Is there any other way to open the trunk without using the key fob?


----------



## spacedout (Dec 7, 2010)

There is a button directly above the rear license plate. Its kinda hidden, if you look you will find it.


----------



## bad455 (Aug 20, 2013)

Thankyou, that was driving me nuts


----------



## Merc6 (Jun 8, 2013)

bad455 said:


> Thankyou, that was driving me nuts


To save you another thread, just press on the gas door closest to the tail lights for it to open. Press it in again to secure it.


----------



## KpaxFAQ (Sep 1, 2013)

LOL, I was scratching my head too on day one. I couldn't wait to leave the dealership feeling pretty greasy after going through the "car buying process" all morning and declined to have the salesman go over every little feature.
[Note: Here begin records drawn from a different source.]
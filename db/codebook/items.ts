import type { CodeBookItem, FaultItem } from '@/lib/model/code-book'
import type { Assembled } from './chapter'
import type { FaultData } from './fault-data'
import { FEATURE_ITEMS } from './features'
import { FMI_LINE } from './fmi'
import { FMI_UPPER } from './fmi-upper'
import { knownCodes } from './known-codes'
import { PCODE_KINDS } from './pcode-kinds'
import { PCODES } from './pcodes'
import { GUESS } from './sources'
import { SPNS } from './spn'

/** What the chapters make, with the tables of codes. Faults get their shares from the lists of the chapters. */
export function itemsOf({
  words,
  setups,
  symptoms,
  faults,
  shares,
  checks,
  swaps,
}: Assembled): CodeBookItem[] {
  const withShares = (fault: FaultData): FaultItem => ({
    kind: 'fault',
    ...fault,
    shares: shares.flatMap(({ symptom, gate, of100 }) => {
      const share = of100[fault.id] ?? 0
      return share > 0 ? [{ symptom, gate: structuredClone(gate), of100: share }] : []
    }),
    source: GUESS,
  })
  return [
    ...FEATURE_ITEMS,
    ...words,
    ...setups,
    ...symptoms,
    ...faults.map(withShares),
    ...checks,
    ...swaps,
    ...FMI_LINE,
    ...FMI_UPPER,
    ...PCODE_KINDS,
    ...knownCodes(SPNS, { words, faults }),
    ...knownCodes(PCODES, { words, faults }),
  ]
}
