import { fault } from './draft'
import type { FaultData } from './fault-data'

/** What water does to a machine that went under. */
export const WATER_FAULTS: FaultData[] = [
  fault({
    id: 'waterInIntake',
    name: 'Water in the air box and intake',
    system: 'airSystem',
    repair: {
      words:
        'Drain box, boot and throttle body, wring or change the filter, dry all. Plugs out and turn by hand before any start.',
      doesNotFix: 'Does not get water out of cylinder, crankcase or oil: look there too.',
      minutes: 25,
      part: 'airFilter',
      setups: ['airboxOpen'],
      successOf100: 86,
    },
    onset: 'Water over the seat or a bow wave into the snorkel; died in the water.',
    wayOut: 'repairHere',
    limpRefused: 'Water on the engine side of the filter: no cranking before the plugs are out.',
    provedBy:
      'Box and boot dry after ten minutes of running, no water from the drain; then the proof run.',
  }),
  fault({
    id: 'waterInOil',
    name: 'Water in the engine or gear oil',
    system: 'oilSystem',
    repair: {
      words:
        'Drain while it has settled, fill fresh oil and filter, run short, drain and fill again until it stays clear.',
      doesNotFix: 'Does not cure a head gasket or water seal that lets coolant into the oil.',
      minutes: 45,
      costMinor: 1500,
      part: 'engineOil',
      successOf100: 82,
    },
    onset: 'Stood under water, breather under water, or cooled fast in a stream.',
    wayOut: 'tow',
    limpRefused:
      'Milky oil does not carry the bearings: no start, no ride before the oil is changed.',
    provedBy: 'Oil stays clear and the level steady after the second filling and a warm run.',
  }),
  fault({
    id: 'waterInCrankcase',
    name: 'Water in the crankcase (two-stroke)',
    system: 'engineInside',
    gate: { strokes: ['two'] },
    repair: {
      words:
        'Plugs out, fuel shut. Tip it, or open the case drain, turn by hand till no more comes. Oil in the plug hole, new plugs.',
      doesNotFix: 'Does not save crank bearings left wet for days: strip it if it lay long.',
      minutes: 40,
      costMinor: 200,
      part: 'sparkPlug',
      setups: ['plugOut'],
      successOf100: 78,
    },
    onset: 'Ran into water, or lay under; bangs wet plugs each time it is turned.',
    wayOut: 'repairHere',
    limpRefused: 'Wet bearings without oil are ruined: run it up only when the case is drained.',
    provedBy: 'Plugs stay dry after ten pulls, it clears its smoke; then the proof run.',
  }),
  fault({
    id: 'waterInElectrics',
    name: 'Water in plugs, switches or fuse box',
    system: 'powerSystem',
    gate: { battery: ['yes'] },
    circuits: [
      { circuit: 'systemVoltage', role: 'wiring' },
      { circuit: 'sensorSupply', role: 'wiring' },
      { circuit: 'controlModule', role: 'wiring' },
    ],
    repair: {
      words:
        'Key off, battery off. Part each wet plug, shake and blow it out, dry it, grease the seal, press it home.',
      doesNotFix: 'Green pins come back in weeks: renew those later.',
      minutes: 40,
      costMinor: 200,
      part: 'connectorKit',
      setups: ['seatOff'],
      successOf100: 80,
    },
    onset: 'Odd lamps, a fan or pump that runs by itself, codes for many circuits at once.',
    wayOut: 'repairHere',
    limpRefused: 'A wire or fuse that gets hot: battery off, no ride.',
    provedBy: 'All plugs dry, codes cleared stay away through a warm run and a splash.',
  }),
  fault({
    id: 'rodBent',
    name: 'Rod bent by water or liquid in the cylinder',
    system: 'engineInside',
    repair: {
      words: 'Not a trail repair: the engine comes apart for rod, crank and piston.',
      doesNotFix: 'Fresh oil and dry plugs do not cure it.',
      minutes: 600,
      part: 'rodAndBearings',
      successOf100: 88,
    },
    onset: 'Stopped dead in the water, or was cranked while full; weak, shakes or knocks since.',
    wayOut: 'tow',
    limpRefused: 'A bent rod breaks through the case: no start, no ride.',
    provedBy: 'Piston comes up to its full height and compression is back after the rebuild.',
  }),
]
I had to read the owner's manual and found out.


----------



## Chevy Customer Care (Oct 29, 2011)

In the future you guys can always ask me about features too. I have this information readily available to answer your head scratching questions.

Jackie
Chevrolet Customer Care


----------



## RollinOn18s (Mar 28, 2013)

Okay here's one. How do you get in the trunk with the keys in the ignition. The trunk button on the lid will not work while car is running even if doors are unlocked?



Chevy Customer Care said:


> In the future you guys can always ask me about features too. I have this information readily available to answer your head scratching questions.
> 
> Jackie
> Chevrolet Customer Care


----------



## brian v (Dec 25, 2011)

Open a door !


----------



## Chevy Customer Care (Oct 29, 2011)

Hi Rollinon18's 

That's a safety feature designed to keep the trunk from being opened while the car is in motion. Brian is correct, depending on what year Cruze you have you can put the car in park and make sure that the doors are unlocked and/or crack a door open. Once you do this the trunk button should work.

Jackie
Chevrolet Customer Care


----------



## Sanjay Collins (Jun 25, 2013)

Press the unlock doors button on the dash and you can open the trunk from the button on the trunk even if the car is running.


Sent from AutoGuide.com App


----------



## Merc6 (Jun 8, 2013)

Next question is to see if they have 2 shot update. My May 13, 2013 Cruze does not have 2 shot. 


Sent from AutoGuide.com Free App


----------